Exercise materials Block Start

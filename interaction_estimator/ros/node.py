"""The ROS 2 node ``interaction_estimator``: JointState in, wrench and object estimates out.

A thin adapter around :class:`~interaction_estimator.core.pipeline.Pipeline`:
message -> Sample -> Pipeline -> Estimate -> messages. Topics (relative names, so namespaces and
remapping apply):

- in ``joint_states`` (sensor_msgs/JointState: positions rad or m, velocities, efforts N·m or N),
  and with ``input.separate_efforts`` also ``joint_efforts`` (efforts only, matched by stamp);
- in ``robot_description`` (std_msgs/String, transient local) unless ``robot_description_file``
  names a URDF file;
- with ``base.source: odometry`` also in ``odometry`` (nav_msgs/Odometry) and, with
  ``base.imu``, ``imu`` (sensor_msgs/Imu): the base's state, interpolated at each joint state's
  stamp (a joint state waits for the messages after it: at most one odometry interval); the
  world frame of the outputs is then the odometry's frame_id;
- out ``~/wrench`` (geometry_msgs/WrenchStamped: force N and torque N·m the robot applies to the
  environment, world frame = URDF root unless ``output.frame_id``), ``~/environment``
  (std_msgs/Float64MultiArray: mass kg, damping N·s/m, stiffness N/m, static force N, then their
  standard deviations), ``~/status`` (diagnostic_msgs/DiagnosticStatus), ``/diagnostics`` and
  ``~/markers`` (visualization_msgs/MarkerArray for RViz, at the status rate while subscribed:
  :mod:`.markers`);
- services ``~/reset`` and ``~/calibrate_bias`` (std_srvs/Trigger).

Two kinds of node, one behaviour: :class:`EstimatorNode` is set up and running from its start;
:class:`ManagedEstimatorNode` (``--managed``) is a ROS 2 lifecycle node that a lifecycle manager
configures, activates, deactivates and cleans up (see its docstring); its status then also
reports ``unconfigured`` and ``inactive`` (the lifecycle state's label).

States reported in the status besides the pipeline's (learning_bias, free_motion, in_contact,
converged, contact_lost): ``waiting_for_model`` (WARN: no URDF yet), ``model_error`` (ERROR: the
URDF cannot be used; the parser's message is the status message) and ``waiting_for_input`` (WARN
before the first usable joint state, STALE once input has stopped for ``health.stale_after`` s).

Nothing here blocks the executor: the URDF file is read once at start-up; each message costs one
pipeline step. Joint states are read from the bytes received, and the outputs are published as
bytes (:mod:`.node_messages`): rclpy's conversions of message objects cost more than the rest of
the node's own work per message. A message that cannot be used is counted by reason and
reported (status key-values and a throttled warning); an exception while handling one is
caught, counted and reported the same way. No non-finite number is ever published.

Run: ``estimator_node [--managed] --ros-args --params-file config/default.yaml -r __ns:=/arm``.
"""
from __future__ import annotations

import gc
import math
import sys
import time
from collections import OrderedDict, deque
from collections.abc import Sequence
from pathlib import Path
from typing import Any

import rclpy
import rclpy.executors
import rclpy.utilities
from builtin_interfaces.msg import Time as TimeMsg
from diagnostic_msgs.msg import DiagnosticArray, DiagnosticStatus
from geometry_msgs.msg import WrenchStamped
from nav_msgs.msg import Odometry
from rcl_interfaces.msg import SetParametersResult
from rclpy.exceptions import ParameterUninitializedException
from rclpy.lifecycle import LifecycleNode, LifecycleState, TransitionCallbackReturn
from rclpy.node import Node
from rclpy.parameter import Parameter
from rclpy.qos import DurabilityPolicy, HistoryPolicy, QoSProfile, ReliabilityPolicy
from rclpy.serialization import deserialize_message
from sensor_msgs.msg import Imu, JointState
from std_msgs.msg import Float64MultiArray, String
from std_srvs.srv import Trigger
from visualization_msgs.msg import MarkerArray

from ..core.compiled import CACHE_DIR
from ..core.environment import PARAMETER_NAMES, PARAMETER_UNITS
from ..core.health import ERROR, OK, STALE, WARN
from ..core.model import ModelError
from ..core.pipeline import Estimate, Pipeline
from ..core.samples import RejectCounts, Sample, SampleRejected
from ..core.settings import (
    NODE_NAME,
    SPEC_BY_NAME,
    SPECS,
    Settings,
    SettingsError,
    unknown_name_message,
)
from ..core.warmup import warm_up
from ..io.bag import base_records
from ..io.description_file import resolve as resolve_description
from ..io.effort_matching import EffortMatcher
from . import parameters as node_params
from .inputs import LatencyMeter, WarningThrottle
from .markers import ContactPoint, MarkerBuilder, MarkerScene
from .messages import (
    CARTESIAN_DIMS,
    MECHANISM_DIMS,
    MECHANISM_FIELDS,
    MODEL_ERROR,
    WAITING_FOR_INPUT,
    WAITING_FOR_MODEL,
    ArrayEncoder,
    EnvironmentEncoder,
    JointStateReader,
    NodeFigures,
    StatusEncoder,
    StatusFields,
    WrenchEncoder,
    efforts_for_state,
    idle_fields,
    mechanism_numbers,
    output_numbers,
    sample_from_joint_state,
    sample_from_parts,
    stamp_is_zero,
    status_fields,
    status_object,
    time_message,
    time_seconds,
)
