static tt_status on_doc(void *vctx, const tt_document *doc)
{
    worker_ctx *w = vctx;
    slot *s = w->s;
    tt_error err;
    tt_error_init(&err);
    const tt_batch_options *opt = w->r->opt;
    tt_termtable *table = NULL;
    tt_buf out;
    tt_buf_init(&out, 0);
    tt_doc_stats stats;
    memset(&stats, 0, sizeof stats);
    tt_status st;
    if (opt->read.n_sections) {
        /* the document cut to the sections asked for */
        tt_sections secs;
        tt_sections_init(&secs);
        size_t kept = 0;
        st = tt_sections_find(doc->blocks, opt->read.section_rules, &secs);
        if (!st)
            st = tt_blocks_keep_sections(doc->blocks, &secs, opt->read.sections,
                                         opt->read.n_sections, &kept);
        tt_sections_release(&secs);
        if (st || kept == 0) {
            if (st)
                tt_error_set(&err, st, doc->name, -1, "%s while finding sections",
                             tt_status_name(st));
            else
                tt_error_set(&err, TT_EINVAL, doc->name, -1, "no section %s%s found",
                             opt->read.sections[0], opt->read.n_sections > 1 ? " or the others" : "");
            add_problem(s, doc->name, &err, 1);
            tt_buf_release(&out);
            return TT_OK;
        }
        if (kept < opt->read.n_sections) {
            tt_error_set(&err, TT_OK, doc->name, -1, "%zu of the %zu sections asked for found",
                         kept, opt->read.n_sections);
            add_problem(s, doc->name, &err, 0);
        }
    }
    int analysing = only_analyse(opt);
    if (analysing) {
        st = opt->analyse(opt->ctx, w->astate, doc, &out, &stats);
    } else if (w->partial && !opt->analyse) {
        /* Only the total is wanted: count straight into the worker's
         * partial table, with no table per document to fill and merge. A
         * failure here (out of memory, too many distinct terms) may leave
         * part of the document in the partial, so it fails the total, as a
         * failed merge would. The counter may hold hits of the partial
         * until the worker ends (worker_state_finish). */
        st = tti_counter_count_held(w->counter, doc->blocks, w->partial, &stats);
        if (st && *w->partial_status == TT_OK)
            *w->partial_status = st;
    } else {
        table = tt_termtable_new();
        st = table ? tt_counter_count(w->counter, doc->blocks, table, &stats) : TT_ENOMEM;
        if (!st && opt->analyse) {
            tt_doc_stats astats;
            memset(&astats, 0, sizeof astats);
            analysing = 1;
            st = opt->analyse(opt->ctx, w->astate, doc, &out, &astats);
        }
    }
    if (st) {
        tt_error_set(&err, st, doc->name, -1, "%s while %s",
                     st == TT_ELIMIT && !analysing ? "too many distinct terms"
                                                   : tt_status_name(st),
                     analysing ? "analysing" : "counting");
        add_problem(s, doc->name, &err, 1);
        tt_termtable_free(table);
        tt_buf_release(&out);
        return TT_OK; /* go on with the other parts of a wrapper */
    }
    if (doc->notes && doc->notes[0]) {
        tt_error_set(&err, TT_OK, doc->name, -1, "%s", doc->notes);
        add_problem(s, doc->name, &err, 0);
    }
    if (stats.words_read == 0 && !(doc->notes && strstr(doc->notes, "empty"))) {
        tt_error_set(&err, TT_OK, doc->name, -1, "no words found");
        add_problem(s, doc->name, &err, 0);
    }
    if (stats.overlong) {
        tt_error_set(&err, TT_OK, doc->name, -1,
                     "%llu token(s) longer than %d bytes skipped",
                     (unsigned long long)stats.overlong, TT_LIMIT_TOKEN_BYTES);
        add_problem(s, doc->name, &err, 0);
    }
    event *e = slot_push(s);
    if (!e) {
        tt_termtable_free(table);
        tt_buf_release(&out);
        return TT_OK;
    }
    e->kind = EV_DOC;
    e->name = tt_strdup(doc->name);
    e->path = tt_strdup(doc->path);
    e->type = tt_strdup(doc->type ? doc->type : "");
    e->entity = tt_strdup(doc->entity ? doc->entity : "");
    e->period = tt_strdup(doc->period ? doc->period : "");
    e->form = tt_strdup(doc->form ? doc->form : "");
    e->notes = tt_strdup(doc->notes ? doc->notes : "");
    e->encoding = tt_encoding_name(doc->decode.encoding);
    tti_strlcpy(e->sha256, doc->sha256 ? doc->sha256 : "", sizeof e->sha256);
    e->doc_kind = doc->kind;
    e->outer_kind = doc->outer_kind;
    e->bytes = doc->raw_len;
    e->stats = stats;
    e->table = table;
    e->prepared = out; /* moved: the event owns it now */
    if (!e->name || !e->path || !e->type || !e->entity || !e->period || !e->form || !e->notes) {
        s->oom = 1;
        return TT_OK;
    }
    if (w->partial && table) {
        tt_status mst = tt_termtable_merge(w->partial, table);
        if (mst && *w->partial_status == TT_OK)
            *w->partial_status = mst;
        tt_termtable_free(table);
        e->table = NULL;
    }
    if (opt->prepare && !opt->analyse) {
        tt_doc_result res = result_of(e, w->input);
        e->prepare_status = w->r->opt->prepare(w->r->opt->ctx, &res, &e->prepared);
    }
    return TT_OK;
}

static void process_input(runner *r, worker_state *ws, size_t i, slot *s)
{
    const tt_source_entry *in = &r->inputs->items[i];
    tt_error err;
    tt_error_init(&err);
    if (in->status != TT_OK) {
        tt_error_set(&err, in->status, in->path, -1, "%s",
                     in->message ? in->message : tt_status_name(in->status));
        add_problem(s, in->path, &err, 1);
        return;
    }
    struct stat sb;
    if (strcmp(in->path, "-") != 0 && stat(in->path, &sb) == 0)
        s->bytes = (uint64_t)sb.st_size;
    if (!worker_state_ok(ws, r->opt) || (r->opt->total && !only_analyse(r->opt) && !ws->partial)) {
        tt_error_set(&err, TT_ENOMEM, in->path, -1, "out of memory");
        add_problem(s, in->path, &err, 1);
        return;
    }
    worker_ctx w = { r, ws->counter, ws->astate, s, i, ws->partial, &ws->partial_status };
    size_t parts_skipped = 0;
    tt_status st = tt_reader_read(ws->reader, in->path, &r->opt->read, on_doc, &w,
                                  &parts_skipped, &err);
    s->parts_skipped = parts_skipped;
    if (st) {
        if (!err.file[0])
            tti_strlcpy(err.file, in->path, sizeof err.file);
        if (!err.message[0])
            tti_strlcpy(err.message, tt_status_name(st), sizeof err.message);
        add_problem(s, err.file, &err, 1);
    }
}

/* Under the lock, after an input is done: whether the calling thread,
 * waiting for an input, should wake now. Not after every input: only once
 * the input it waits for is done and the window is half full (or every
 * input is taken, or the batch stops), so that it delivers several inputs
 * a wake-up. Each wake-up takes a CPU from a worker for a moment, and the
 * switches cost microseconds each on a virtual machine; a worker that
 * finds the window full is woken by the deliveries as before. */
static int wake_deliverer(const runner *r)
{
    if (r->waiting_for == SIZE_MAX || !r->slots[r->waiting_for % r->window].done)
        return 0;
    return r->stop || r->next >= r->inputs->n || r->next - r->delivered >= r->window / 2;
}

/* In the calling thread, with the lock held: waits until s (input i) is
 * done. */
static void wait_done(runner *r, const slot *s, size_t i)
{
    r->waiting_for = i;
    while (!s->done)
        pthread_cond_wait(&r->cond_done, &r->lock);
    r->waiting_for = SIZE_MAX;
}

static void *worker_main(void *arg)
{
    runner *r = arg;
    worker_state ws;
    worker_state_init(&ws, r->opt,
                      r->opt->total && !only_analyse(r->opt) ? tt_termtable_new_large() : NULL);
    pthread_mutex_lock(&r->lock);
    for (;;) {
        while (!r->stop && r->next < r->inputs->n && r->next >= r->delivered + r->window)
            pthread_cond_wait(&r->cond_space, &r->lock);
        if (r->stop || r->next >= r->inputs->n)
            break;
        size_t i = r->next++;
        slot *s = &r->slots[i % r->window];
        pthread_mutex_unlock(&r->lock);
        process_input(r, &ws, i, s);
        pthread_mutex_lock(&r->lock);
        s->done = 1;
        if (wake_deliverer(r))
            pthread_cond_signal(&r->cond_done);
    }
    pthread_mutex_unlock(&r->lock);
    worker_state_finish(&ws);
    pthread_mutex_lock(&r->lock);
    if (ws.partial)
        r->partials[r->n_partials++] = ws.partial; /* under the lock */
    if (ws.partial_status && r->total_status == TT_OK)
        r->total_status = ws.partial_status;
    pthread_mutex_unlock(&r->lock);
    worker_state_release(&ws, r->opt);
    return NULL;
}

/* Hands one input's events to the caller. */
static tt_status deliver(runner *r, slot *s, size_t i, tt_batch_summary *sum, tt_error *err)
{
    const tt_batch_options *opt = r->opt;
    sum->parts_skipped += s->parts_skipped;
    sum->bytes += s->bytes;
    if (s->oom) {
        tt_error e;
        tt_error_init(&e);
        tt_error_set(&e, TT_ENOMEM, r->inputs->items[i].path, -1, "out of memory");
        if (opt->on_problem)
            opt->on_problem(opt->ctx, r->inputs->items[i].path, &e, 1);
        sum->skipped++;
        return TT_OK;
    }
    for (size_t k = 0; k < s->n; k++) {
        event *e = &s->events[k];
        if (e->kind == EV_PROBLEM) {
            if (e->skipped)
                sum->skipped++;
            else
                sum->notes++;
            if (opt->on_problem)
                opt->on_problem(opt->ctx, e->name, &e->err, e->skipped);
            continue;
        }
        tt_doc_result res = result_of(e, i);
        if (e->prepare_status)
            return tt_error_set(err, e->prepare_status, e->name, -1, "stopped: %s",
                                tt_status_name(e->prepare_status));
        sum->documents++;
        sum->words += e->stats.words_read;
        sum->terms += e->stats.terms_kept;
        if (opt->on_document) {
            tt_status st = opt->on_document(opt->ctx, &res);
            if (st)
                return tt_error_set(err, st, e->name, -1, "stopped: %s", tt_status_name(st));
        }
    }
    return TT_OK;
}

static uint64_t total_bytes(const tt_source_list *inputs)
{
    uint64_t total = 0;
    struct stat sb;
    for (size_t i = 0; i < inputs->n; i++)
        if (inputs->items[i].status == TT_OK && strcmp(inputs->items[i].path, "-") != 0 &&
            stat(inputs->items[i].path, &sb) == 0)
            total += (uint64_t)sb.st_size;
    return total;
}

Exercise materials Block End

Activity: In the entries above, the lines between the one holding "return r->stop ||" and the one holding "pthread_cond_wait(&r->cond_done, &r->lock);", inclusive, are to be printed exactly as written, and those alone.

Response box:
    return r->stop || r->next >= r->inputs->n || r->next - r->delivered >= r->window / 2;
}

/* In the calling thread, with the lock held: waits until s (input i) is
 * done. */
static void wait_done(runner *r, const slot *s, size_t i)
{
    r->waiting_for = i;
    while (!s->done)
        pthread_cond_wait(&r->cond_done, &r->lock);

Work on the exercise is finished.